# Should I inform her work of AP's sex and drugs with my (stbx) bf?



## Remains (Jan 24, 2012)

Background: My bf cheated, several times, I think more but he is not coming clean. Therefore we are on the finishing line.

..A couple of weeks ago I emailed my bf's 'ex' AP, she is a teacher. Has to go through reception as I don't have personal address. Vague and pleasant at 1st. Just wanted her to call me so I could verify some facts. Didn't expect her to but hoped she might. Told her I would not pursue if I didn't hear from her. I meant it...at the time. Got cross she didn't reply. Nxt email...threaten to tell all to headteacher. No reply. Nxt email...Hear from u by Sat or nxt one to Head, with detail of sex and drugs. Then I get a call and text from police last Weds. I am sending the nxt email this Thurs... I will be writing a 'After all you did what do u expect, u cannot mess with someone else's man and expect no fallout, all I asked for was a 5 minute conversation, I know u snorted cocaine and took ecstacy on your sessions and yet u are a 'pillar of the community taking care of vulnerable young adults' etc. Police will get a copy I guess as they are involved, as will the Head. I will also inform it is my final email. 

Is this a bad idea? I don't do revenge, but I feel this is deserved. All I am doing is putting the facts out there. Is this empty and bitter? And pointless? Or deserved?


----------



## Remains (Jan 24, 2012)

Oh, btw, she knew he was with me right the way through. She was his ex. He informed her when he met me. When they were together she used him, treated him like sh*t, cheated on him, left him for another man, and still had him begging for more...little sh*t that he is. And yes, he has paid severely for it, and is now paying more. He has basically lost me, and he got a tattoo with my name on his arm, came back with it in Nov, now he needs to find another gf with the same name! So this is in no way misplaced anger. This is just a very late in coming dose of what she deserves. Hoping to get some 2nd opinions before I write the final email.


----------



## Shaggy (Jul 17, 2011)

Stop sending stuff to her. She's a witch.

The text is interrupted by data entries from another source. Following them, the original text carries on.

import { proxy, type Remote } from 'comlink';
import { gzipSync } from 'node:zlib';
import { afterAll, beforeAll, describe, expect, it, vi } from 'vitest';
import type { ParseApi, ParseProgress } from '../../workers/protocol';
import { kiteFile } from '../src/helpers/kite-file';
import { handoffPorts, loadWorker } from './harness';

let api: Remote<ParseApi>;
let close: () => void;

beforeAll(async () => {
  ({ api, close } = await loadWorker<ParseApi>(() => import('../../workers/parse.worker')));
});

afterAll(() => close());

const enc = (s: string) => new TextEncoder().encode(s);

function kiteLog(rows: number): string {
  let s = '# aircraft: Kite\ntime,motor1,motor2,motor3,motor4,gyro_x [rad/s]\n';
  for (let i = 0; i < rows; i++) s += `${(i / 4000).toFixed(5)},0.4,0.41,0.42,0.43,0.01\n`;
  return s;
}

/** Reads a file with the columns going to a port of their own, as the import does. */
async function read(jobId: string, file: Blob, onProgress?: (p: ParseProgress) => void) {
  const ports = handoffPorts();
  const delivered = ports.delivered();
  const result = await api.parseInto(
    jobId,
    file,
    {},
    ports.port,
    ...(onProgress ? [proxy(onProgress)] : []),
  );
  return { result, delivered };
}

describe('parse worker', () => {
  it('reads a dropped file into typed columns with progress', async () => {
    const text = kiteLog(5000);
    const seen: ParseProgress[] = [];
    const { result, delivered } = await read('job-1', new Blob([text]), (p) => void seen.push(p));
    expect(result.ok && result.summary.rows).toBe(5000);
    const got = await delivered;
    expect(got.ok).toBe(true);
    if (!got.ok) return;
    expect(got.log.columns.time).toBeInstanceOf(Float64Array);
    expect(got.log.columns.motor4).toBeInstanceOf(Float32Array);
    expect(got.log.columns.gyro_x![0]).toBeCloseTo(0.5729578, 5);
    expect(got.log.metadata).toEqual({ aircraft: 'Kite' });
    // Progress travels on its own channel, so it may land just after the result.
    await vi.waitFor(() =>
      expect(seen.at(-1)).toEqual({ bytes: text.length, totalBytes: text.length, rows: 5000 }),
    );
  });

  it('reads a .csv.gz file', async () => {
    const gz = gzipSync(enc(kiteLog(2000)));
    const { result } = await read('job-gz', new Blob([new Uint8Array(gz)]));
    expect(result.ok && result.summary.rows).toBe(2000);
  });

  it('returns a readable failure with line, column and header instead of throwing', async () => {
    const { result } = await read('job-2', new Blob(['time,motor1\n0,0.5\n1,half\n2,0.5\n']));
    expect(result).toEqual({
      ok: false,
      error: expect.objectContaining({ code: 'bad-number', line: 3, column: 2, header: 'motor1' }),
    });
  });

  it('returns the headers and a proposal when a column map is needed', async () => {
    const { result } = await read('job-3', new Blob(['Stamp (ms),Motor 1\n0,1500\n']));
    expect(result.ok).toBe(false);
    if (result.ok) return;
    expect(result.error.code).toBe('needs-column-map');
    expect(result.error.headers).toEqual(['Stamp (ms)', 'Motor 1']);
    expect(result.error.proposal?.entries.map((e) => e.channel)).toEqual([null, 'motor1']);
  });

  it('stops a job that is cancelled between chunks', async () => {
    const text = kiteLog(4000);
    const body = text.slice(text.indexOf('\n', text.indexOf('time')) + 1);
    const big = new Blob([text, ...Array.from({ length: 40 }, () => body)]);
    // The cancel message is handled while the worker awaits its next chunk.
    const running = read('job-4', big);
    await api.cancel('job-4');
    const { result, delivered } = await running;
    expect(result).toEqual({ ok: false, error: expect.objectContaining({ code: 'cancelled' }) });
    expect(await delivered).toEqual({ ok: false });
    // The id is free again afterwards.
    const again = await read('job-4', new Blob([kiteLog(10)]));
    expect(again.result.ok).toBe(true);
  });

  it('inspects only the start of a file for the column-map screen', async () => {
    const result = await api.inspectHeader(new Blob([kiteLog(50_000)]));
    expect(result.ok).toBe(true);
    if (!result.ok) return;
    expect(result.preview.canonical).toBe(true);
    expect(result.preview.headers[0]).toBe('time');
    expect(result.preview.sampleRows).toHaveLength(10);
    const gz = await api.inspectHeader(new Blob([new Uint8Array(gzipSync(enc(kiteLog(50_000))))]));
    expect(gz.ok && gz.preview.headers.length).toBe(6);
  });
});

describe('parse worker hand-off', () => {
  it('posts the typed columns on the port and answers the page with a summary only', async () => {
    const { result, delivered } = await read('job-a', kiteFile(12));
    expect(result.ok).toBe(true);
    if (!result.ok) return;
    expect('columns' in result.summary).toBe(false);
    expect(result.summary.rows).toBeGreaterThanOrEqual(12_000);
    expect(result.summary.metadata['aircraft']).toBe('Kite');
    const got = await delivered;
    expect(got.ok).toBe(true);
    if (!got.ok) return;
    expect(got.log.rows).toBe(result.summary.rows);
    expect(got.log.columns.time).toBeInstanceOf(Float64Array);
    expect(got.log.columns.motor1).toBeInstanceOf(Float32Array);
    expect(got.log.columns.motor1!.length).toBe(result.summary.rows);
  });

  it('posts word that no log is coming when the file cannot be read', async () => {
    const { result, delivered } = await read('job-b', new Blob(['not,a,log\n1,2,3\n']));
    expect(result.ok).toBe(false);
    if (result.ok) return;
    expect(result.error.code).toBe('needs-column-map');
    expect(await delivered).toEqual({ ok: false });
  });
});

Get a fresh new email account and send it straight to the school head if you have proof.
_Posted via Mobile Device_


----------



## Remains (Jan 24, 2012)

Shaggy said:


> Stop sending stuff to her. She's a witch.
> 
> Get a fresh new email account and send it straight to the school head if you have proof.
> _Posted via Mobile Device_


I am sending it to her through school. I know where she works but not personal email. And so I sent those FAO of 'her name', so the ladies on reception have to forward it to her. All this will already be to attention of the school, hence police involvement. Next email is addressed to 'her name', and to 'headteacher'. Both copies exactly same, and sent to police too no doubt. I have done no revenge to her so far, found out 10 months ago about cheating, and yet I have knowledge of her place of work, access to photos of her in case I feel like making up some posters, know where her mum lives etc.


----------



## Thorburn (Nov 23, 2011)

Why are the police involved?


----------



## Remains (Jan 24, 2012)

Thorburn said:


> Why are the police involved?


Because I threatened her I guess. If u can call it a threat. I said the next email would be to her headteacher if I didn't hear from her, detailing her liaisons and illegal activity with my man. Maybe it wasn't her that called them. Maybe all emails through reception get read before forwarded...and maybe/probably she denies knowing me or what I am on about. It could be construed as harrassment I guess...though the truth in an email, which will be the only/last one I send is not exactly harrassment is it. Is it?


----------



## Shaggy (Jul 17, 2011)

Are you sure it was the police for real?
_Posted via Mobile Device_


----------



## dubbizle (Jan 15, 2012)

You are lucky she has not called the police on you,because I would have and she has the emails that could be considered harassment and if you do not have hard evidence you are slandering her name so you had better watch yourself.


----------



## warlock07 (Oct 28, 2011)

what proof do you have?


----------



## PBear (Nov 16, 2010)

You're trying to blackmail her into doing what you want. It's empty and bitter, as you worded it. You ARE looking for revenge, based on your wording.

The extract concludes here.